### TO DO
Run through the data and copy out every line that mentions the word "standard".

Dataset items
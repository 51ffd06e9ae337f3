/* likeness audit: verify the audit chain (docs/audit-format.md) or export it
 * as JSON Lines. */
#include <errno.h>
#include <inttypes.h>
#include <stdio.h>
#include <stdlib.h>
#include <string.h>

#include <cjson/cJSON.h>
#include <sodium.h>

#include "cli.h"
#include "json_out.h"
#include "svc.h"

static void usage_main(FILE *f)
{
    fprintf(f, "usage: likeness audit verify|export [OPTIONS]\n\n"
               "  verify   check every record's hash, the links between records and the\n"
               "           signed checkpoints; exit 0 if the chain is intact, 1 if not\n"
               "  export   write the records as JSON Lines\n\n"
               "'likeness audit verify --help' and 'likeness audit export --help' give the "
               "options.\n");
}

static void usage_verify(FILE *f)
{
    fprintf(f,
            "usage: likeness audit verify [--config FILE | --store URL --key-file PATH]\n"
            "                             [--public-key HEX]\n\n"
            "Recomputes the hash chain and checks the Ed25519 checkpoint signatures.\n"
            "Prints a JSON report (ok, records, checkpoints, first_bad_seq, reason) and\n"
            "names the first bad record on stderr. Exit 0: intact; 1: tampered or unreadable.\n\n"
            "options:\n" CLI_SVC_HELP
            "  --public-key HEX   the audit public key (64 hex characters); with it no key\n"
            "                     file is needed, so an auditor holds no secret\n"
            "  -h, --help         this help\n");
}

static void usage_export(FILE *f)
{
    fprintf(f,
            "usage: likeness audit export [--config FILE | --store URL] [--after SEQ]\n"
            "                             [--limit N] [-o FILE]\n\n"
            "Writes one JSON object per record and line, in ascending seq (format in\n"
            "docs/audit-format.md).\n\n"
            "options:\n" CLI_SVC_HELP
            "  --after SEQ        only records with seq > SEQ (default 0: from the start)\n"
            "  --limit N          at most N records (default 0: all)\n"
            "  -o, --output FILE  write to FILE instead of standard output\n"
            "  -h, --help         this help\n");
}

static int parse_u64(const char *opt, const char *s, uint64_t *v)
{
    char *end;
    errno = 0;
    unsigned long long x = strtoull(s, &end, 10);
    if (errno || end == s || *end || s[0] == '-') {
        cli_errorf("%s wants a non-negative integer, not '%s'", opt, s);
        return -1;
    }
    *v = x;
    return 0;
}

static int cmd_verify_chain(int argc, char **argv)
{
    cli_svc_opts o = {0};
    const char *pk_hex = NULL;
    for (int i = 1; i < argc; i++) {
        int r = cli_svc_option(&o, argc, argv, &i);
        if (r < 0)
            return CLI_USAGE;
        if (r > 0)
            continue;
        if (!strcmp(argv[i], "-h") || !strcmp(argv[i], "--help")) {
            usage_verify(stdout);
            return CLI_OK;
        } else if (!strcmp(argv[i], "--public-key") && i + 1 < argc) {
            pk_hex = argv[++i];
        } else {
            cli_errorf("audit verify: unknown or incomplete option '%s'", argv[i]);
            usage_verify(stderr);
            return CLI_USAGE;
        }
    }
    uint8_t pk[32];
    if (pk_hex) {
        size_t n = 0;
        const char *end = NULL;
        if (strlen(pk_hex) != 64 ||
            sodium_hex2bin(pk, sizeof pk, pk_hex, strlen(pk_hex), NULL, &n, &end) != 0 ||
            n != 32 || *end) {
            cli_errorf("--public-key wants 64 hex characters (the audit public key)");
            return CLI_USAGE;
        }
    }
    cli_svc svc;
    if (cli_svc_open(&svc, &o, true, pk_hex == NULL) != CLI_OK)
        return CLI_FAIL;
    if (!pk_hex)
        lk_keyring_audit_public_key(svc.keys, pk);

    lk_error err;
    lk_audit_report rep;
    lk_code rc = lk_store_audit_verify(svc.store, pk, &rep, &err);
    uint64_t head = lk_store_audit_head(svc.store);
    cli_svc_close(&svc);
    if (rc != LK_OK) {
        cli_error(&err);
        return CLI_FAIL;
    }
    char hex[65];
    lk_hex_encode(pk, 32, hex);
    cJSON *j = cJSON_CreateObject();
    cJSON_AddBoolToObject(j, "ok", rep.ok);
    cJSON_AddNumberToObject(j, "records", (double)rep.records);
    cJSON_AddNumberToObject(j, "checkpoints", (double)rep.checkpoints);
    cJSON_AddNumberToObject(j, "head", (double)head);
    if (rep.ok) {
        cJSON_AddNullToObject(j, "first_bad_seq");
        cJSON_AddNullToObject(j, "reason");
    } else {
        cJSON_AddNumberToObject(j, "first_bad_seq", (double)rep.first_bad_seq);
        cJSON_AddStringToObject(j, "reason", rep.reason);
    }
    cJSON_AddStringToObject(j, "public_key", hex);
    json_print(j);
    if (!rep.ok) {
        cli_errorf("audit chain does not verify: first bad record is seq %" PRIu64 ": %s",
                   rep.first_bad_seq, rep.reason);
        return CLI_FAIL;
    }
    return CLI_OK;
}

typedef struct export_ctx {
    FILE *out;
    uint64_t done;
    cli_progress *progress;
    bool failed;
} export_ctx;

static bool export_one(const lk_audit_record *r, void *arg)
{
    export_ctx *x = arg;
    char *s = lk_audit_record_to_json(r);
    if (!s || fputs(s, x->out) < 0 || fputc('\n', x->out) == EOF) {
        free(s);
        x->failed = true;
        return false;
    }
    free(s);
    x->done++;
    if (x->progress)
        cli_progress_update(x->progress, (size_t)x->done);
    return true;
}

/* Exports above this many records report progress on stderr. */
#define EXPORT_PROGRESS_MIN 10000

static int cmd_export(int argc, char **argv)
{
    cli_svc_opts o = {0};
    uint64_t after = 0, limit = 0;
    const char *outp = NULL;
    for (int i = 1; i < argc; i++) {
        int r = cli_svc_option(&o, argc, argv, &i);
        if (r < 0)
            return CLI_USAGE;
        if (r > 0)
            continue;
        if (!strcmp(argv[i], "-h") || !strcmp(argv[i], "--help")) {
            usage_export(stdout);
            return CLI_OK;
        } else if (!strcmp(argv[i], "--after") && i + 1 < argc) {
            if (parse_u64("--after", argv[++i], &after))
                return CLI_USAGE;
        } else if (!strcmp(argv[i], "--limit") && i + 1 < argc) {
            if (parse_u64("--limit", argv[++i], &limit))
                return CLI_USAGE;
        } else if ((!strcmp(argv[i], "-o") || !strcmp(argv[i], "--output")) && i + 1 < argc) {
            outp = argv[++i];
        } else {
            cli_errorf("audit export: unknown or incomplete option '%s'", argv[i]);
            usage_export(stderr);
            return CLI_USAGE;
        }
    }
    cli_svc svc;
    if (cli_svc_open(&svc, &o, true, false) != CLI_OK)
        return CLI_FAIL;
    FILE *out = stdout;
    if (outp) {
        out = fopen(outp, "w");
        if (!out) {
            cli_errorf("cannot write %s: %s", outp, strerror(errno));
            cli_svc_close(&svc);
            return CLI_FAIL;
        }
    }
    uint64_t head = lk_store_audit_head(svc.store);
    uint64_t total = head > after ? head - after : 0;
    if (limit && total > limit)
        total = limit;
    cli_progress prog;
    export_ctx x = {out, 0, NULL, false};
    if (total >= EXPORT_PROGRESS_MIN) {
        cli_progress_start(&prog, "exporting audit records", (size_t)total);
        x.progress = &prog;
    }
    lk_error err;
    lk_code rc = lk_store_audit_list(svc.store, after, limit, export_one, &x, &err);
    cli_svc_close(&svc);
    if (x.progress)
        cli_progress_end(x.progress);
    int bad_close = outp ? fclose(out) != 0 : fflush(out) != 0;
    if (rc != LK_OK) {
        cli_error(&err);
        return CLI_FAIL;
    }
    if (x.failed || bad_close) {
        cli_errorf("writing %s failed: %s", outp ? outp : "standard output", strerror(errno));
        return CLI_FAIL;
    }
    if (outp)
        fprintf(stderr, "likeness: %" PRIu64 " audit records written to %s\n", x.done, outp);
    return CLI_OK;
}

int cmd_audit(int argc, char **argv)
{
    if (argc < 2) {
        usage_main(stderr);
        return CLI_USAGE;
    }
    if (!strcmp(argv[1], "-h") || !strcmp(argv[1], "--help")) {
        usage_main(stdout);
        return CLI_OK;
    }
    if (!strcmp(argv[1], "verify"))
        return cmd_verify_chain(argc - 1, argv + 1);
    if (!strcmp(argv[1], "export"))
        return cmd_export(argc - 1, argv + 1);
    cli_errorf("audit: unknown subcommand '%s' (verify or export)", argv[1]);
    return CLI_USAGE;
}
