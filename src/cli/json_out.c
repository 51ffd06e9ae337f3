#include "json_out.h"

#include <stdio.h>
#include <stdlib.h>

void json_print(cJSON *j)
{
    char *s = cJSON_Print(j);
    if (s) {
        puts(s);
        free(s);
    }
    cJSON_Delete(j);
}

### WORKED SOLUTION
            "  -o, --output FILE  write to FILE instead of standard output\n"
        cli_errorf("writing %s failed: %s", outp ? outp : "standard output", strerror(errno));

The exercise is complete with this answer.